Aim of the exercise: Copy each line below that contains "advise".

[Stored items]
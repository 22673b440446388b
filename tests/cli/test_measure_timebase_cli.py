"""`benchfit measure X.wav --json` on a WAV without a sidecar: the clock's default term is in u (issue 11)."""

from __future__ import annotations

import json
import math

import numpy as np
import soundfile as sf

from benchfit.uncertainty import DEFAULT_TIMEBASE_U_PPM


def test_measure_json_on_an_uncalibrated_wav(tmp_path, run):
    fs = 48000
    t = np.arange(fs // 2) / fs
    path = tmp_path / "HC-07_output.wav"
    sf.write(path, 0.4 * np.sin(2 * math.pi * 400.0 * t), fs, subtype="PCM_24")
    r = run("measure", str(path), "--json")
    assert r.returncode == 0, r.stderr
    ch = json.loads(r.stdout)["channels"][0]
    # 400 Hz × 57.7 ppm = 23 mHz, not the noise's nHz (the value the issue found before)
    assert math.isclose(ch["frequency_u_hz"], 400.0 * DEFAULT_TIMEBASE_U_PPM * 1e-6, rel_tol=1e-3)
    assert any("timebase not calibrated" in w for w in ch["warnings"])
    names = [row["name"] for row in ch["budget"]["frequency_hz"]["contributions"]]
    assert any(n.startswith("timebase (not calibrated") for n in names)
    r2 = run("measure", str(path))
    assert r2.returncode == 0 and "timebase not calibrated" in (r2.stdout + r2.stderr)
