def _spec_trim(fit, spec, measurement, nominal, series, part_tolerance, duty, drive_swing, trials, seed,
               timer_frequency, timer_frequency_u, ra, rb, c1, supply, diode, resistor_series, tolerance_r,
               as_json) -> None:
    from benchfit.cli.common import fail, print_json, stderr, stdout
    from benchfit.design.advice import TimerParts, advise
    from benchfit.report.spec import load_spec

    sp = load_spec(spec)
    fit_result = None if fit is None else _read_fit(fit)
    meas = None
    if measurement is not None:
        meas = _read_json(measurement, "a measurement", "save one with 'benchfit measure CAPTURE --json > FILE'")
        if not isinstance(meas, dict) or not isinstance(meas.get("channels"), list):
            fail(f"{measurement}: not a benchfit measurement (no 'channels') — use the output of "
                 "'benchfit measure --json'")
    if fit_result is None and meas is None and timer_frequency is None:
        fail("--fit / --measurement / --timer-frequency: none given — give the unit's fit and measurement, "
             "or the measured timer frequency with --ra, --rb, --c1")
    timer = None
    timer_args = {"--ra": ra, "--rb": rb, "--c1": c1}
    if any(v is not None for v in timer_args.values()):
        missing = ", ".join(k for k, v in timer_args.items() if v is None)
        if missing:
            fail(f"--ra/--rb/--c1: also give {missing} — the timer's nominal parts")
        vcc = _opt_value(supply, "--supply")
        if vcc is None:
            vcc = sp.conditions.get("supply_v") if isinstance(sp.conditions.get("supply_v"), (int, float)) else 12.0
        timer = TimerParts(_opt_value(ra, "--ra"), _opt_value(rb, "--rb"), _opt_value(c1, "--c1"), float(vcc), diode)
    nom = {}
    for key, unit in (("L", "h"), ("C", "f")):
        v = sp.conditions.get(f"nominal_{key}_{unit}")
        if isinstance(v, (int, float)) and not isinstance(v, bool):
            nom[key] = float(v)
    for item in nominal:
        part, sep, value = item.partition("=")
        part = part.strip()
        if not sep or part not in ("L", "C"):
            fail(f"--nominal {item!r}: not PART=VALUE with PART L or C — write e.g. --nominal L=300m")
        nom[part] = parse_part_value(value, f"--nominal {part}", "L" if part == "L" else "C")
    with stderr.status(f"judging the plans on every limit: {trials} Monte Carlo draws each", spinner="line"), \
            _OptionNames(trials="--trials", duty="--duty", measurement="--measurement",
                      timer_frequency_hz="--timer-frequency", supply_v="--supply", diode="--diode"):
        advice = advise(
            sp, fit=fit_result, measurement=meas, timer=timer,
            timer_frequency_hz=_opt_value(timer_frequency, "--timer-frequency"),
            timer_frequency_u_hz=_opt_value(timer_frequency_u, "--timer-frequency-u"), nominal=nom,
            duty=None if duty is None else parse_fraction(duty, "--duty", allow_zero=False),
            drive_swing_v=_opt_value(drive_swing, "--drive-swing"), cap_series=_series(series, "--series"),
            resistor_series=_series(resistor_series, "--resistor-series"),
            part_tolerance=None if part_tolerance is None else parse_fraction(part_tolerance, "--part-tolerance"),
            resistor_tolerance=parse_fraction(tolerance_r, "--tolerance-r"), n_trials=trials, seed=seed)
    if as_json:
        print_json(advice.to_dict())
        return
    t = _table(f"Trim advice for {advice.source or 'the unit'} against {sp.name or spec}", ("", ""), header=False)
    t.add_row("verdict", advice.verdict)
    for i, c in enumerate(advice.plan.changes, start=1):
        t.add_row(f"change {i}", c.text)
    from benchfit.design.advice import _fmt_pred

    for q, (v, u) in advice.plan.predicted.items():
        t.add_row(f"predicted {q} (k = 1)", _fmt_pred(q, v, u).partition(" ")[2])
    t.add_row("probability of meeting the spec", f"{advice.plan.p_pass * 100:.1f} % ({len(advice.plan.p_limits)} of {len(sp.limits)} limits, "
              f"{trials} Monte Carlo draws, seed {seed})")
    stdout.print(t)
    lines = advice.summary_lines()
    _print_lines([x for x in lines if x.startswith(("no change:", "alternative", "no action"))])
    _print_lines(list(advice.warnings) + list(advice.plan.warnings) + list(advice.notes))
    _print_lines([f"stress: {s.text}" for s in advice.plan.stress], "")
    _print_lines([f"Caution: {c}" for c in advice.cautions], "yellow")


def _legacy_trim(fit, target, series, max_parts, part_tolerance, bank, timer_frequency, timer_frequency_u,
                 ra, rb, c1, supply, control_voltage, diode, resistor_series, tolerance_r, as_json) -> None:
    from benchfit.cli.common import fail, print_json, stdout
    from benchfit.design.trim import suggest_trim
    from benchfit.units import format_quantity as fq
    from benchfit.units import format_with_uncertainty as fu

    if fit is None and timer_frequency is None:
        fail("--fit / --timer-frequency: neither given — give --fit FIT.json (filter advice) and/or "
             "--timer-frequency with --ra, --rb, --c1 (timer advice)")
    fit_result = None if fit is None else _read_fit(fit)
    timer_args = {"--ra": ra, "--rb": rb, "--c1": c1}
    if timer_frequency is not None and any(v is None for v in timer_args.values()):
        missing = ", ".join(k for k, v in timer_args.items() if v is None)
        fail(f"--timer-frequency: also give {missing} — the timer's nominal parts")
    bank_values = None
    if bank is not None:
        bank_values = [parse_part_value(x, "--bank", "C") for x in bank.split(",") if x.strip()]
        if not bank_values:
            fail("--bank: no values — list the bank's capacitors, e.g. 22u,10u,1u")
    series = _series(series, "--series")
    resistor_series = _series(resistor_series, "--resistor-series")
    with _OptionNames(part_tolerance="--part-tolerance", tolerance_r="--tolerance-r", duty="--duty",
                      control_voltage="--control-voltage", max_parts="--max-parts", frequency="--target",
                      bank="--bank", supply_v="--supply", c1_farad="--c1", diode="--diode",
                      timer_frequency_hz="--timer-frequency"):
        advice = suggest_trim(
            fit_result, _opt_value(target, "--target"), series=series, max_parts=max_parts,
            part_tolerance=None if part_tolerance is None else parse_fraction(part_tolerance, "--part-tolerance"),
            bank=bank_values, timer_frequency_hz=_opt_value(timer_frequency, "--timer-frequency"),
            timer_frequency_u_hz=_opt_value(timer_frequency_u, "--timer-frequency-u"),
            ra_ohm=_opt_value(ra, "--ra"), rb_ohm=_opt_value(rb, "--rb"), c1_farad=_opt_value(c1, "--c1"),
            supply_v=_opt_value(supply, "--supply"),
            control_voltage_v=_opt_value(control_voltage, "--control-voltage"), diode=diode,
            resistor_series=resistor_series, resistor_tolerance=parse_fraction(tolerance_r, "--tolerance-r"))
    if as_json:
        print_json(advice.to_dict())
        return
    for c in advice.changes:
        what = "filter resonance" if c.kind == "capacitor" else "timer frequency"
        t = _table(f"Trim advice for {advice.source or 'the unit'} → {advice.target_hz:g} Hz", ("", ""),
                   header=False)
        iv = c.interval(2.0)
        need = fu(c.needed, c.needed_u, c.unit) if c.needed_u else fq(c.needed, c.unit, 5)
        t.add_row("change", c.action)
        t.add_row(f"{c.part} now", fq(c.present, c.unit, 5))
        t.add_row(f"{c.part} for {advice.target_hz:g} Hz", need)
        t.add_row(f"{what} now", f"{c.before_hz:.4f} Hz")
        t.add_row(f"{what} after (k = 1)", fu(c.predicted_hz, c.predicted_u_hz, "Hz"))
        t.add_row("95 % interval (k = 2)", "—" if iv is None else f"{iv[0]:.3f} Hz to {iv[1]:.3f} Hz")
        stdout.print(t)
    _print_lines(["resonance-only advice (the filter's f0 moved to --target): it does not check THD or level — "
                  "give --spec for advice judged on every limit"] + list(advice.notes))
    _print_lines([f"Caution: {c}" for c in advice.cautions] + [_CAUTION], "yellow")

--

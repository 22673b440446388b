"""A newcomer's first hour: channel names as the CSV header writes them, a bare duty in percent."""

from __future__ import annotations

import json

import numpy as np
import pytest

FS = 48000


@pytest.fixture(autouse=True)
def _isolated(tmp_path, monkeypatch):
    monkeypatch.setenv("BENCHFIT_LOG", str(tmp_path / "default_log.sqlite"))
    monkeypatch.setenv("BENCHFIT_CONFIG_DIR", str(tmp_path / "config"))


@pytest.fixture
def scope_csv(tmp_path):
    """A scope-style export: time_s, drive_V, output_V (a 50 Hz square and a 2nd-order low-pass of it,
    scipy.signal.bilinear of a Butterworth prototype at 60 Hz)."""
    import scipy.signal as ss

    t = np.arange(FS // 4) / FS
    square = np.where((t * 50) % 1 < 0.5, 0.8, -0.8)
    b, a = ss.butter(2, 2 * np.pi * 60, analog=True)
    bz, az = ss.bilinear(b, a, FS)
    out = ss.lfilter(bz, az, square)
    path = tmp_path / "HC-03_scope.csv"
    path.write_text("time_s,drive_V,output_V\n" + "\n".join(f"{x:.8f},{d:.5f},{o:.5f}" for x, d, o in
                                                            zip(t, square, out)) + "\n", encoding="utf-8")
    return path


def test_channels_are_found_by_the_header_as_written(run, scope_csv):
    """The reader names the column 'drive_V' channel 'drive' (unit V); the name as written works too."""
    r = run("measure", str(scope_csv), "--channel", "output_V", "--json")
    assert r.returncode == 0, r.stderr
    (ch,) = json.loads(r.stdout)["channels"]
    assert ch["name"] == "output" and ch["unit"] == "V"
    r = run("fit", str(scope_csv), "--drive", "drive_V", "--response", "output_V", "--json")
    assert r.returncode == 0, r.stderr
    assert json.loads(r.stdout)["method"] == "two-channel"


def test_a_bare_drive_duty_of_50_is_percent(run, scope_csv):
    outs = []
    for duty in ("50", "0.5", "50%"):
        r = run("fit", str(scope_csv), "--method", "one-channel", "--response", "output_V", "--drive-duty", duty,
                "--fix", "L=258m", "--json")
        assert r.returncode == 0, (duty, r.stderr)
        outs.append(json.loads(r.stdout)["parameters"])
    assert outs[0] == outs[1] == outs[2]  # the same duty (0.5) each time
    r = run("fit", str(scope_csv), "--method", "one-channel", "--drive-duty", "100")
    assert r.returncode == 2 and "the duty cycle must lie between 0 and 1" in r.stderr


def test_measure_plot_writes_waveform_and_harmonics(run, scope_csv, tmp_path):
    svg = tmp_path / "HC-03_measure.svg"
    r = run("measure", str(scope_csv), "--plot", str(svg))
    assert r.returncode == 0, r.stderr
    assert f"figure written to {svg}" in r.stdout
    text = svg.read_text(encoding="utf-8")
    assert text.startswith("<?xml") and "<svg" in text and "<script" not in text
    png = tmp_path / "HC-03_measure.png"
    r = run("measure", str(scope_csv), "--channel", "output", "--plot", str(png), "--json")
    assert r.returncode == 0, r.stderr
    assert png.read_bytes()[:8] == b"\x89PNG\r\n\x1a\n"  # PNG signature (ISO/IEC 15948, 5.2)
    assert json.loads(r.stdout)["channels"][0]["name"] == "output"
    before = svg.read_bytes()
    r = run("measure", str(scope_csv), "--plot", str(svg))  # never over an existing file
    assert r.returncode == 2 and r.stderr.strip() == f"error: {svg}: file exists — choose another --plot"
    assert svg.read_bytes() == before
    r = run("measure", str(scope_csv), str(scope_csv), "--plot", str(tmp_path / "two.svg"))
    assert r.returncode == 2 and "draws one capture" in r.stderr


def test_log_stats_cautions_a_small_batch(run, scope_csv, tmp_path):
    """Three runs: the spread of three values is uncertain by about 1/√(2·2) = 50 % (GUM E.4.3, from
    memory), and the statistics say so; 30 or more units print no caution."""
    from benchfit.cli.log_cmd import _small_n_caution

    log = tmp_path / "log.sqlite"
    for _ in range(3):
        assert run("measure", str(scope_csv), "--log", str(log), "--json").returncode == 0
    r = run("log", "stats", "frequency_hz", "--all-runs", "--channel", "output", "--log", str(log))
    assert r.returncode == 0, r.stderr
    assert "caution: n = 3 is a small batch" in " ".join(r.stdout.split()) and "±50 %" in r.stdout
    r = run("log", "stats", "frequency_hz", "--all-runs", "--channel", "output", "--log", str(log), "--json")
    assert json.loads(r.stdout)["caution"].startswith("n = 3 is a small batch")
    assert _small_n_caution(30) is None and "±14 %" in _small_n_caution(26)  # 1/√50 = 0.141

Answer space:
    from benchfit.design.advice import TimerParts, advise
        advice = advise(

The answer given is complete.